> **The problem**: Each line of the listing below that includes "edge" should be reported.

> **Data provided**:

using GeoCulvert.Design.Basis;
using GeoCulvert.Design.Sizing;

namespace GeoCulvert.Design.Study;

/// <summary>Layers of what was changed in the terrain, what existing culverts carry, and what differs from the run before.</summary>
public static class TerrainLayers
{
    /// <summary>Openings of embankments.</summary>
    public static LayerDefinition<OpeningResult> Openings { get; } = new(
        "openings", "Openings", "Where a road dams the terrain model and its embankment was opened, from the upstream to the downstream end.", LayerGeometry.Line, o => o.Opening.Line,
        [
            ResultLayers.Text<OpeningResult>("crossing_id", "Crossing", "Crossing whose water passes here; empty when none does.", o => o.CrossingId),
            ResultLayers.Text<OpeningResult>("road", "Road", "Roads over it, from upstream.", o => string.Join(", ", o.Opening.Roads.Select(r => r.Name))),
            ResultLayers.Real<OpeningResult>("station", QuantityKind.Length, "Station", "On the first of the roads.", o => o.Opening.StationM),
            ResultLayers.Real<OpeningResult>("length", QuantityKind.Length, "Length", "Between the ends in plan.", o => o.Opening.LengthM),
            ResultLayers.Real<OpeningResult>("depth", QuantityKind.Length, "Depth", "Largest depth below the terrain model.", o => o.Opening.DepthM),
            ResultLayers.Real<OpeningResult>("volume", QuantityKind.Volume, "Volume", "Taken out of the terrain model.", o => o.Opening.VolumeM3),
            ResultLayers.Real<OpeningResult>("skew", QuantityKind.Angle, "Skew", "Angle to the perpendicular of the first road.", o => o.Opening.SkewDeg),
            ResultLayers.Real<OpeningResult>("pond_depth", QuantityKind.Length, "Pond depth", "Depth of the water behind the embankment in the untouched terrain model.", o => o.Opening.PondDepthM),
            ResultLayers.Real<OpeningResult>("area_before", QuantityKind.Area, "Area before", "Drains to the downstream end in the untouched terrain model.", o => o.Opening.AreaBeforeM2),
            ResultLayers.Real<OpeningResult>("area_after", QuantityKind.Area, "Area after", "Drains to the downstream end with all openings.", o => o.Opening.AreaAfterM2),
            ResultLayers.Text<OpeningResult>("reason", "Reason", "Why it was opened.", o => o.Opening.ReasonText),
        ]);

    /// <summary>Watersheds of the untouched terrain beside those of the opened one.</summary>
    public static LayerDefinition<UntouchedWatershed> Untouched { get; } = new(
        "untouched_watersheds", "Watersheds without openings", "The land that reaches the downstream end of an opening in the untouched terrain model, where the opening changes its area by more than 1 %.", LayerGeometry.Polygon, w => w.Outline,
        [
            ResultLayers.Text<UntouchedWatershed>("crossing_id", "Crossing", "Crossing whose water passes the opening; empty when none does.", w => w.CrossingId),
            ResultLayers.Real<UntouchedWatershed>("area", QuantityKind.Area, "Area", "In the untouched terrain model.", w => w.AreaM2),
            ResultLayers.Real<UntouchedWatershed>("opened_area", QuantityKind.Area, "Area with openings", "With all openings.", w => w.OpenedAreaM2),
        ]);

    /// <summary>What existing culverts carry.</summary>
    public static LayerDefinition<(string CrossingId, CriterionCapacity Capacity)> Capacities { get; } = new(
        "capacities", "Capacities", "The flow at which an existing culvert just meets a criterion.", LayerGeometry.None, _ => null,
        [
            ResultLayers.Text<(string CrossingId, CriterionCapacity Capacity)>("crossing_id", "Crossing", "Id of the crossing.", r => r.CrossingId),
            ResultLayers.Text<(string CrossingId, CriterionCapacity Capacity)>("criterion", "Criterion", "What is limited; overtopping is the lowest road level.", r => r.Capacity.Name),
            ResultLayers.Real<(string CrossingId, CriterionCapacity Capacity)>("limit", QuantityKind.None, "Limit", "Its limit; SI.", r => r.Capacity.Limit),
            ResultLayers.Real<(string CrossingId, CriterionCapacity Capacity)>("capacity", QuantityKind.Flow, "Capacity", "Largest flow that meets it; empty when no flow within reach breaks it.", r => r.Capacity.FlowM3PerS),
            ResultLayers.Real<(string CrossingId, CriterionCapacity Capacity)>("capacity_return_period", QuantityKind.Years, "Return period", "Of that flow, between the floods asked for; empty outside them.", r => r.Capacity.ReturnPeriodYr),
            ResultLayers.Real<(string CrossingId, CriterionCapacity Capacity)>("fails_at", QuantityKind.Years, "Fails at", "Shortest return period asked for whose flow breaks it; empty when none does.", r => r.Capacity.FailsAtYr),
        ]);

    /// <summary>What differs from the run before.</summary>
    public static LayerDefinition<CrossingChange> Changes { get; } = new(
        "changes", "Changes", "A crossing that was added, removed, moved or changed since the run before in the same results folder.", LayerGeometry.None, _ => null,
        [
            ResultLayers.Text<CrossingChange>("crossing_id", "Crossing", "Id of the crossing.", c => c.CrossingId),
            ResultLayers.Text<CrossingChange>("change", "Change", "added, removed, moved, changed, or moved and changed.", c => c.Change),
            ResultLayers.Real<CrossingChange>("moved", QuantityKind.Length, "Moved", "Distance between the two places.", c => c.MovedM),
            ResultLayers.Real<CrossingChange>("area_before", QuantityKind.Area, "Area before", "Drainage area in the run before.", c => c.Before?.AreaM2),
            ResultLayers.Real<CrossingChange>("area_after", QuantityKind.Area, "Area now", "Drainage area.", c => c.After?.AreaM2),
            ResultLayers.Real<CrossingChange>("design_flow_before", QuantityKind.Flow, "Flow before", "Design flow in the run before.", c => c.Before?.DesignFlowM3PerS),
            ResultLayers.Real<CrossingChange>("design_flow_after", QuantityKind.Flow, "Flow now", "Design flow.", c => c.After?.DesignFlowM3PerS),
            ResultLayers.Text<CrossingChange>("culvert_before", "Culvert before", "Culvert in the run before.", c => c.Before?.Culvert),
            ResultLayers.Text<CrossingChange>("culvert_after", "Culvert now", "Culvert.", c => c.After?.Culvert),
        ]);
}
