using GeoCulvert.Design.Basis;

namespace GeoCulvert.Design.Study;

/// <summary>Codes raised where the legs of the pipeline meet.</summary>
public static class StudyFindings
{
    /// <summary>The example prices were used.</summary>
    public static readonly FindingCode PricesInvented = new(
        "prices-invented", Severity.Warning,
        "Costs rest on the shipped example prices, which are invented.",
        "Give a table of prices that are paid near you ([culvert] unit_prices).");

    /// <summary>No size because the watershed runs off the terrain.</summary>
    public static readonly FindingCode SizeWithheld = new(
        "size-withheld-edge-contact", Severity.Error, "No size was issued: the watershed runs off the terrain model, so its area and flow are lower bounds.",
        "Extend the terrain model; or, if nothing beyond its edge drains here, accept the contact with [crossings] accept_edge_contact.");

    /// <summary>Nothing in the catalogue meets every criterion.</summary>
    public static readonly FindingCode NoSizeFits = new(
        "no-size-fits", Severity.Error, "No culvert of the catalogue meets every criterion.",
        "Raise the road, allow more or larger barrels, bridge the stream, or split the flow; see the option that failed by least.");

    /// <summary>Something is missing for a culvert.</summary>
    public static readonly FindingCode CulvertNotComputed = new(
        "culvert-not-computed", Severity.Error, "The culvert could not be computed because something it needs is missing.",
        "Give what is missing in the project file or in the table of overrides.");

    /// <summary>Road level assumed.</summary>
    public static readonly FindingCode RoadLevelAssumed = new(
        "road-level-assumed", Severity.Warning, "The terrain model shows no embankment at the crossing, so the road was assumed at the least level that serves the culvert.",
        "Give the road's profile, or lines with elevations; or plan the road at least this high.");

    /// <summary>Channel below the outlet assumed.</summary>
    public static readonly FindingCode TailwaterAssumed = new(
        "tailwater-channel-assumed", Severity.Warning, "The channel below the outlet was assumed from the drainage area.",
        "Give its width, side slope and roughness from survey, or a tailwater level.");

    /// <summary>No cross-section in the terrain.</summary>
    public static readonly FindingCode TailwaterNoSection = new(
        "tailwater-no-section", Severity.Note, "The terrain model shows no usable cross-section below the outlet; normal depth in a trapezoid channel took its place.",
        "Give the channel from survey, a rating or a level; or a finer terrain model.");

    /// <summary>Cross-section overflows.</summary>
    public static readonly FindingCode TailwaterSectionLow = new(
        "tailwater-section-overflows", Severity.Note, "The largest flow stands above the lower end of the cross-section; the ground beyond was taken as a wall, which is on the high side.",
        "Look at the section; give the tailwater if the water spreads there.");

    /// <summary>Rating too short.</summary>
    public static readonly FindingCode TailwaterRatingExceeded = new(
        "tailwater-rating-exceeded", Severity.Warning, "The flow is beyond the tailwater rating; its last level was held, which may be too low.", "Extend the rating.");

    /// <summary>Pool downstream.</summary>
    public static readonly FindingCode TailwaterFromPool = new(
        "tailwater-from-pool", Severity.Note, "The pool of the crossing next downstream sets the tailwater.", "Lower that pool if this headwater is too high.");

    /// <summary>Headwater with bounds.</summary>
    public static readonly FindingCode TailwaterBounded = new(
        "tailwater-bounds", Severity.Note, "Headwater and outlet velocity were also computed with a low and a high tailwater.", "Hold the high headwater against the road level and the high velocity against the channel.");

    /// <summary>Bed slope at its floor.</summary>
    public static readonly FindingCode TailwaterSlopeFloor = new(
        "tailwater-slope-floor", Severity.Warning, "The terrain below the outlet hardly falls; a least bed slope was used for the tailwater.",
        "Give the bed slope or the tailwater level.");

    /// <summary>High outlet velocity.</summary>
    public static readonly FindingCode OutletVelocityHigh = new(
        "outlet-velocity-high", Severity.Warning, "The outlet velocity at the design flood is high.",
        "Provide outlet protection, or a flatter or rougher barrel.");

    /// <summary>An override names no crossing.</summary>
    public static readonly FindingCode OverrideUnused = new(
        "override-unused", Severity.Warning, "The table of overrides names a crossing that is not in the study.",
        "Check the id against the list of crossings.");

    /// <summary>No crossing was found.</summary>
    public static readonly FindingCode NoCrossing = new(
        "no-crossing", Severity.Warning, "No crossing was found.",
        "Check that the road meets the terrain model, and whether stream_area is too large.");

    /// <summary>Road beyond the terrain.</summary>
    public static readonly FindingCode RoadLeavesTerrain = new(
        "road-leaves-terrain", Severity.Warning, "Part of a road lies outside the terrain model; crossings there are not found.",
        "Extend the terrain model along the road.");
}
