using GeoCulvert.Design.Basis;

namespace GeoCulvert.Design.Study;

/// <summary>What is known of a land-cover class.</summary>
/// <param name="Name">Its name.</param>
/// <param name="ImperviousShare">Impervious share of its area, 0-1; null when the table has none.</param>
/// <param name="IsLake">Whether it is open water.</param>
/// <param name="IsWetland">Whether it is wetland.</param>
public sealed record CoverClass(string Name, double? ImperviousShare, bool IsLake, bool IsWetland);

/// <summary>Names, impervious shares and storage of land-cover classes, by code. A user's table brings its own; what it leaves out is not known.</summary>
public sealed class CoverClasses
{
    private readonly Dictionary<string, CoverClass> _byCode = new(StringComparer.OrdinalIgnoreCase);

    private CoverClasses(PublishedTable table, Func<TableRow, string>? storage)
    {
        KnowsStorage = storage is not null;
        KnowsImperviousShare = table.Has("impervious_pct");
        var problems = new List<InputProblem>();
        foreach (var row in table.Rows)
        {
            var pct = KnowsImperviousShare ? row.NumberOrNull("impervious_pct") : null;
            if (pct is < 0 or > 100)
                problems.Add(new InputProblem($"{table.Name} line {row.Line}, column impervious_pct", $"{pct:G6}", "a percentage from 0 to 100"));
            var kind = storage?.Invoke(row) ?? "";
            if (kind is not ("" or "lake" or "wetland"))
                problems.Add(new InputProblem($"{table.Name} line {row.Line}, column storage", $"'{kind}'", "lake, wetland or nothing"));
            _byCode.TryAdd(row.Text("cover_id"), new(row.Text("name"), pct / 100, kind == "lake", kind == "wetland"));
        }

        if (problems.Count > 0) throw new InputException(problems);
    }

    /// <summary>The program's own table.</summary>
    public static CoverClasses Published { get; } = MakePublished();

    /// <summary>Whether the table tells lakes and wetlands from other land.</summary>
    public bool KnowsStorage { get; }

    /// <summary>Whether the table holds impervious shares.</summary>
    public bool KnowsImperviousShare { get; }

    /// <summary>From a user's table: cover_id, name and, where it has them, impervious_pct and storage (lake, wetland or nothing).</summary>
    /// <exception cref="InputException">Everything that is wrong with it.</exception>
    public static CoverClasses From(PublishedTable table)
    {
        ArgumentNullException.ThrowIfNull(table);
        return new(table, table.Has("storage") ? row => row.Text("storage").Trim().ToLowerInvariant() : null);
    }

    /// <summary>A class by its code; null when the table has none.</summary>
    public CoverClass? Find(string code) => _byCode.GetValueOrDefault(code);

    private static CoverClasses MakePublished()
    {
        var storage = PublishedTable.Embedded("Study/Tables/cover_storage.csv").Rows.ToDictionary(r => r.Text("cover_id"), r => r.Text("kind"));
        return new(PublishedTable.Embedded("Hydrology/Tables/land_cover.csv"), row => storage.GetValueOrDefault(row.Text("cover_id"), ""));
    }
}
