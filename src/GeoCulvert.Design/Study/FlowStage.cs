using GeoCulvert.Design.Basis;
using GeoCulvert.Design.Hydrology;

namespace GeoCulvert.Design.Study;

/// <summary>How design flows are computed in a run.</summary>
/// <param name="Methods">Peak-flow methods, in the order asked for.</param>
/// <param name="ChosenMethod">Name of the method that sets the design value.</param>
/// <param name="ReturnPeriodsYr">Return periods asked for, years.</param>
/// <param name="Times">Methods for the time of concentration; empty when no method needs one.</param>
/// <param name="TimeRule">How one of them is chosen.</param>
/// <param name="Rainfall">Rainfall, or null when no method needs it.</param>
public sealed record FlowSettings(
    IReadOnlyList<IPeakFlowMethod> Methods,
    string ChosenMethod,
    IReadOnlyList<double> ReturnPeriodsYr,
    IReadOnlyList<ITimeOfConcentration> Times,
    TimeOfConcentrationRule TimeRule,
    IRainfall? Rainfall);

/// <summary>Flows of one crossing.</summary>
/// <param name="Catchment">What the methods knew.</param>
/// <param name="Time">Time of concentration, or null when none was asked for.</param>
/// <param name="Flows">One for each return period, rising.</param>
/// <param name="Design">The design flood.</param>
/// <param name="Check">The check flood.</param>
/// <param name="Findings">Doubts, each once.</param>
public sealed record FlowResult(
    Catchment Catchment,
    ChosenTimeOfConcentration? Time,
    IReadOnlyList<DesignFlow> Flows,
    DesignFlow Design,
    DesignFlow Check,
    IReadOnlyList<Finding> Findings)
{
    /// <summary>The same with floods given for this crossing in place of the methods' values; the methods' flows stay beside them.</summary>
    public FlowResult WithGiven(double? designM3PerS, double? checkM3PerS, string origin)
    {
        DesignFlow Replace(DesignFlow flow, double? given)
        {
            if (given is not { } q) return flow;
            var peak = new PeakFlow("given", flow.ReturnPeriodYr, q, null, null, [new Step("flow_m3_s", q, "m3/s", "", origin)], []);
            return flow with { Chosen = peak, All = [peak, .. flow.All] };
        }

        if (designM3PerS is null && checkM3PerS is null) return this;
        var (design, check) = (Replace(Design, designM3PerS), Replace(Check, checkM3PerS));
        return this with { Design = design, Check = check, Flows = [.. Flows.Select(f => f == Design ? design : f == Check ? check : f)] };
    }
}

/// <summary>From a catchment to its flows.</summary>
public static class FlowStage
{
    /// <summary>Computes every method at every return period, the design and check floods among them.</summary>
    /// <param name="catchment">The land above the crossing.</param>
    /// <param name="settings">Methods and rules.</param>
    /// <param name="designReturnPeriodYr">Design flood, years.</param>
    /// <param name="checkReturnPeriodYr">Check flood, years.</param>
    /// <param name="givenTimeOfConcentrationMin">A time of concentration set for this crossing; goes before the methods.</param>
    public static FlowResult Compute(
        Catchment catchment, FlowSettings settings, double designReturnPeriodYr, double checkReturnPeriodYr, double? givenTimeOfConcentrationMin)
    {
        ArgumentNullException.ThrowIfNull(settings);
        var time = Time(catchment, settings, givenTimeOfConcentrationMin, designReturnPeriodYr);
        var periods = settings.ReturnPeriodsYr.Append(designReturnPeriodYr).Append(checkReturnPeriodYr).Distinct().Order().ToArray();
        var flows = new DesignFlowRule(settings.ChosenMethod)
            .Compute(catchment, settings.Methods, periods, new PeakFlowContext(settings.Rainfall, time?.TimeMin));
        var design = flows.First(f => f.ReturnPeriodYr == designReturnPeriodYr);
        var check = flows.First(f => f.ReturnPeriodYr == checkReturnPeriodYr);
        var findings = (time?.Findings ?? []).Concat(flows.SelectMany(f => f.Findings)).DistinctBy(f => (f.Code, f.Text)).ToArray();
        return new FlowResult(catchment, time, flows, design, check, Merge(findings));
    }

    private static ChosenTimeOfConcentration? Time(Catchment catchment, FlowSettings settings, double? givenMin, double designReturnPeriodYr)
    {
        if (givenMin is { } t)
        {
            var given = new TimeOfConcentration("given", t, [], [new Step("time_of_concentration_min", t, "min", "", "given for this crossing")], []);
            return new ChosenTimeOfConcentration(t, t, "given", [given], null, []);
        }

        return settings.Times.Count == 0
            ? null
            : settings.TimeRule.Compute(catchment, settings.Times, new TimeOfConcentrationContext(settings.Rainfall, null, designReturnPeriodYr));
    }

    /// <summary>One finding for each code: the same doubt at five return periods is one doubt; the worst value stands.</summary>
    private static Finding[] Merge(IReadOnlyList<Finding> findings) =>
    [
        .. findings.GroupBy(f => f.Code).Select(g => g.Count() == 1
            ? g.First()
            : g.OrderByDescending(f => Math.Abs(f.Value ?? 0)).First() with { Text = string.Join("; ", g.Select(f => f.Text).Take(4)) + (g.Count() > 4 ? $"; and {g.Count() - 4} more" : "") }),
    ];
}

> **Response area**:
        "size-withheld-edge-contact", Severity.Error, "No size was issued: the watershed runs off the terrain model, so its area and flow are lower bounds.",
        "Extend the terrain model; or, if nothing beyond its edge drains here, accept the contact with [crossings] accept_edge_contact.");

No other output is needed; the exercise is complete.